A. Our event Trailwalker has young people from the corporate world walk for 100 hours and raise funds for us. They walk through forests, where they see poor tribal communities, and stop every 10 kilometres where there usually is a school, and volunteer to teach the kids, paint the school, etc. Prava, a very good NGO takes young people through a year-long process to develop themselves and that element of active citizenship, making them aware of whether they should go into the social sector, or do it on the side. Active citizenship is important no matter where you are.


Q. Does the development sector need unique skills?

A. Skill sets are the same, and marketable in all sectors. But commitment to a cause makes it different. Everybody is born with the same rights, given to us by our constitution. I am only helping people realize their rights. So, it is very important to treat the poor with respect and dignity. We don’t want professionals thinking that we are somehow better.

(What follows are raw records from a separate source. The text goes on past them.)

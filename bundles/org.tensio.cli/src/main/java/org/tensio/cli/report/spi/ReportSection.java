package org.tensio.cli.report.spi;

/**
 * A section of the HTML/PDF report contributed by a bundle or jar outside Tensio (e.g. the sign-off block a
 * firm's quality system requires). Contributed sections follow the built-in ones, before the report's closing
 * lines and caution, in the order they were found. The content is plain text and tables: the report writer
 * escapes it and lays it out in both the HTML and the PDF, so a section cannot break either.
 * <p>
 * Found like the engine's contributions: with {@link java.util.ServiceLoader}
 * ({@code META-INF/services/org.tensio.cli.report.spi.ReportSection}) outside OSGi, through the extension
 * point {@code org.tensio.extensions.reportSections} inside. Implementations are stateless, thread-safe and
 * have a public no-argument constructor.
 *
 * @since 0.1
 */
public interface ReportSection {

    /** @return a stable id, letters and digits starting with a lower-case letter; the HTML anchor is {@code x-<id>} */
    String id();

    /** @return the heading */
    String title();

    /**
     * Writes the section.
     *
     * @param context what the report is about
     * @param content where to write
     * @throws RuntimeException any failure is shown in the report in place of the section, naming it
     */
    void write(ReportContext context, ReportContent content);
}
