/**
 * Service provider interface for report sections a firm adds to the HTML/PDF report:
 * {@link org.tensio.cli.report.spi.ReportSection}. Public API (see the contributor guide, "API and versions").
 *
 * @since 0.1
 */
package org.tensio.cli.report.spi;
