#[test]
fn brinkman_and_stokes_models_are_accepted_and_unknown_models_refused() {
    for model in ["brinkman", "stokes"] {
        let text = edit("model = \"darcy\"", &format!("model = \"{model}\""));
        let case = parse(&text).unwrap_or_else(|e| panic!("{model}: {e}"));
        match (model, case.flow.medium) {
            ("brinkman", MediumModel::Brinkman { .. }) | ("stokes", MediumModel::Stokes { .. }) => {}
            (m, other) => panic!("{m} parsed as {other:?}"),
        }
    }
    let text = edit("model = \"darcy\"", "model = \"oseen\"");
    expect_error(&text, "medium.model", Some("model = "), &["is not a flow model"]);
}

#[test]
fn medium_coefficients_must_be_positive() {
    let text = edit("permeability = \"1e-13 m^2\"", "permeability = 0");
    expect_error(&text, "medium.permeability", Some("permeability = 0"), &["must be positive"]);
    let text = edit("permeability = \"1e-13 m^2\"", "");
    expect_error(&text, "medium.permeability", Some("[medium]"), &["medium.permeability is missing"]);
    let text = edit("viscosity = \"1e-3 Pa s\"", "viscosity = \"-1 mPa s\"");
    expect_error(&text, "medium.viscosity", Some("viscosity ="), &["must be positive"]);
}

#[test]
fn effective_viscosity_is_checked_and_noted_for_darcy() {
    let text =
        edit("permeability = \"1e-13 m^2\"", "permeability = \"1e-13 m^2\"\neffective_viscosity = \"2 s\"");
    expect_error(
        &text,
        "medium.effective_viscosity",
        Some("effective_viscosity"),
        &["is a time, expected a viscosity"],
    );
    let text = edit(
        "permeability = \"1e-13 m^2\"",
        "permeability = \"1e-13 m^2\"\neffective_viscosity = \"2 mPa s\"",
    );
    let case = parse(&text).unwrap_or_else(|e| panic!("{e}"));
    assert!(case.warnings.iter().any(|w| w.contains("effective_viscosity is not used by the darcy model")));
}

#[test]
fn mean_velocity_must_not_be_negative() {
    let text = edit("mean_velocity = \"2 um/s\"", "mean_velocity = \"-2 um/s\"");
    expect_error(&text, "flow.mean_velocity", Some("mean_velocity"), &["must not be negative"]);
}

#[test]
fn boundary_rules() {
    let text = edit("y_min = \"wall\"", "y_min = \"open\"");
    expect_error(&text, "boundaries.y_min", Some("y_min"), &["is not a boundary type"]);
    let text = edit("y_min = \"wall\"", "y_min = \"periodic\"");
    expect_error(&text, "boundaries.y_min", Some("y_min"), &["periodic faces come in pairs"]);
    let text = edit("y_max = \"wall\"", "y_max = \"inlet\"");
    expect_error(
        &text,
        "boundaries.y_max",
        Some("y_max"),
        &["only allowed on x_min", "x is the mean-flow direction"],
    );
    let text = edit("z_min = \"symmetry\"", "z_min = \"outlet\"");
    expect_error(&text, "boundaries.z_min", Some("z_min"), &["only allowed on x_max"]);
    let text = edit("x_max = \"outlet\"", "x_max = \"wall\"");
    expect_error(&text, "boundaries.x_max", Some("x_max"), &["needs an outlet or far_field opposite"]);
    let text =
        edit("x_min = \"inlet\"", "x_min = \"wall\"").replace("x_max = \"outlet\"", "x_max = \"symmetry\"");
    expect_error(&text, "boundaries", Some("[boundaries]"), &["no way for the flow to leave"]);
    let text = edit("x_min = \"inlet\"", "x_min = \"wall\"");
    expect_error(&text, "boundaries.x_min", Some("x_min"), &["enters through x_min"]);
    // Periodic pairs are accepted, and a closed box is fine without flow.
    let text =
        edit("y_min = \"wall\"", "y_min = \"periodic\"").replace("y_max = \"wall\"", "y_max = \"periodic\"");
    assert_eq!(parse(&text).map(|c| c.boundaries.periodic_axes()).ok(), Some([false, true, false]));
    let text = edit("x_min = \"inlet\"", "x_min = \"wall\"")
        .replace("x_max = \"outlet\"", "x_max = \"wall\"")
        .replace("mean_velocity = \"2 um/s\"", "mean_velocity = 0");
    assert!(parse(&text).is_ok());
}

#[test]
fn far_field_sources_key() {
    use solver::problem::FarFieldSources;
    let sources = |text: &str| parse(text).map(|c| c.boundaries.far_field_sources).ok();
    assert_eq!(sources(BASE), Some(FarFieldSources::Cells));
    let text = edit("z_max = \"symmetry\"", "z_max = \"symmetry\"\nfar_field_sources = \"centroid\"");
    assert_eq!(sources(&text), Some(FarFieldSources::Centroid));
    let text = edit("z_max = \"symmetry\"", "z_max = \"symmetry\"\nfar_field_sources = \"cells\"");
    assert_eq!(sources(&text), Some(FarFieldSources::Cells));
    let text = edit("z_max = \"symmetry\"", "z_max = \"symmetry\"\nfar_field_sources = \"nearest\"");
    expect_error(
        &text,
        "boundaries.far_field_sources",
        Some("far_field_sources"),
        &["\"nearest\" is not known", "\"cells\"", "\"centroid\""],
    );
}

#[test]
fn ligand_rules() {
    let text = edit("diffusivity = \"1e-10 m^2/s\"", "diffusivity = 0");
    expect_error(&text, "ligand.diffusivity", Some("diffusivity = 0"), &["must be positive"]);
    let text = edit("decay_rate = \"0 /s\"", "decay_rate = \"-1 /h\"");
    expect_error(&text, "ligand.decay_rate", Some("decay_rate"), &["must not be negative"]);
    let text = edit("inlet_concentration = 0.0", "inlet_concentration = \"2 um\"");
    expect_error(
        &text,
        "ligand.inlet_concentration",
        Some("inlet_concentration"),
        &["is a length, expected a concentration"],
    );
    let text = edit("inlet_concentration = 0.0", "inlet_concentration = \"1 nM\"");
    let c = parse(&text).map(|c| c.ligand.inlet_concentration).unwrap_or_else(|e| panic!("{e}"));
    assert!((c - 6.022_140_76e17).abs() < 1e3, "{c}");
}

#[test]
fn cell_rules() {
    let text = edit("radius = \"8 um\"", "radius = 0");
    expect_error(&text, "cells.radius", Some("radius = 0"), &["must be positive"]);
    let text = edit("secretion_rate = \"3600 /h\"", "secretion_rate = \"-1 /h\"");
    expect_error(&text, "cells.secretion_rate", Some("secretion_rate"), &["must not be negative"]);
    let text = edit("secretion_rate = \"3600 /h\"", "secretion_rate = \"3600 h\"");
    expect_error(&text, "cells.secretion_rate", Some("secretion_rate"), &["is a time, expected a rate"]);
}

#[test]
fn uptake_rules() {
    let line = "uptake = { model = \"first_order\", rate_constant = \"1e-6 m/s\" }";
    let text = edit(line, "uptake = { model = \"first_order\" }");
    expect_error(&text, "cells.uptake.rate_constant", Some("uptake"), &["is missing"]);
    let text = edit(line, "uptake = { model = \"first_order\", rate_constant = 0 }");
    expect_error(&text, "cells.uptake.rate_constant", Some("uptake"), &["must be positive"]);
    let text = edit(line, "uptake = { model = \"absorbing\", rate_constant = 1 }");
    expect_error(
        &text,
        "cells.uptake.rate_constant",
        Some("uptake"),
        &["only used by model = \"first_order\""],
    );
    let text = edit(line, "uptake = { model = \"sticky\" }");
    expect_error(&text, "cells.uptake.model", Some("uptake"), &["is not an uptake model"]);
    let text = edit(line, "uptake = { model = \"absorbing\" }");
    assert_eq!(parse(&text).map(|c| c.ligand.uptake).ok(), Some(SurfaceUptake::Absorbing));
}

const LATTICE: &str = "layout = { kind = \"lattice\", spacing = [\"24 um\", \"24 um\", \"24 um\"] }";

#[test]
fn random_layout_rules() {
    let text = edit(LATTICE, "layout = { kind = \"random\", count = 5, min_gap = \"2 um\", seed = 7 }");
    let a = parse(&text).unwrap_or_else(|e| panic!("{e}"));
    assert_eq!(a.layout.cells.len(), 5);
    assert_eq!(a.layout_kind, LayoutKind::Random(PackingMethod::SequentialAddition));
    let b = parse(&text).unwrap_or_else(|e| panic!("{e}"));
    assert_eq!(a.layout, b.layout, "same seed, same layout");
    let text = edit(LATTICE, "layout = { kind = \"random\", count = 5, volume_fraction = 0.05 }");
    expect_error(&text, "cells.layout.volume_fraction", Some("layout"), &["give only one"]);
    let text = edit(LATTICE, "layout = { kind = \"random\", seed = 3 }");
    expect_error(&text, "cells.layout.count", Some("layout"), &["count = N or volume_fraction"]);
    let text = edit(LATTICE, "layout = { kind = \"random\", count = 2.5 }");
    expect_error(&text, "cells.layout.count", Some("layout"), &["whole number"]);
    let text = edit(LATTICE, "layout = { kind = \"random\", volume_fraction = 1.2 }");
    expect_error(&text, "cells.layout.volume_fraction", Some("layout"), &["below 1"]);
    let text = edit(LATTICE, "layout = { kind = \"random\", count = 3, path = \"x.csv\" }");
    expect_error(&text, "cells.layout.path", Some("layout"), &["not used by kind = \"random\""]);
    let text = edit(LATTICE, "layout = { kind = \"random\", count = 3, min_gap = \"2 s\" }");
    expect_error(&text, "cells.layout.min_gap", Some("layout"), &["is a time, expected a length"]);
    // Too many cells for the chamber: the mesh crate's error, reported under the key and line.
    let text = edit(LATTICE, "layout = { kind = \"random\", count = 400 }");
    let error = parse(&text).expect_err("cannot pack 400 cells of 8 um in 96 x 48 x 40 um");
    assert!(matches!(error, CaseError::Layout { .. }), "{error}");
    // Beyond random close packing: refused at once, blamed on the key that sets the count.
    assert_eq!(error.key(), Some("cells.layout.count"));
    assert_eq!(error.line(), Some(line_containing(&text, "layout = ")));
}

Q. What is your advice to freshers? 

A. We prefer those who have worked at the community level to gain knowledge of what is really happening at the grassroot level. If they can combine that with academic knowledge, writing skills, advocacy skills and do a bit of research, they can just easily walk into a meeting with the government, and be in a position to communicate what’s  happening on the ground.


Q. Any stories that inspired you?

A. A young doctor from Delhi did not join a hospital and make a lot of money. He drove all the way to a remote tribal community in Chhattisgarh, noticed they had no one to help them, and set up a hospital! Hundreds of tribals come every day because there is no government service for miles . He and his wife, both doctors have been there for thirty years, and they are our health partners in Chhattisgarh. And most importantly, they work non-stop.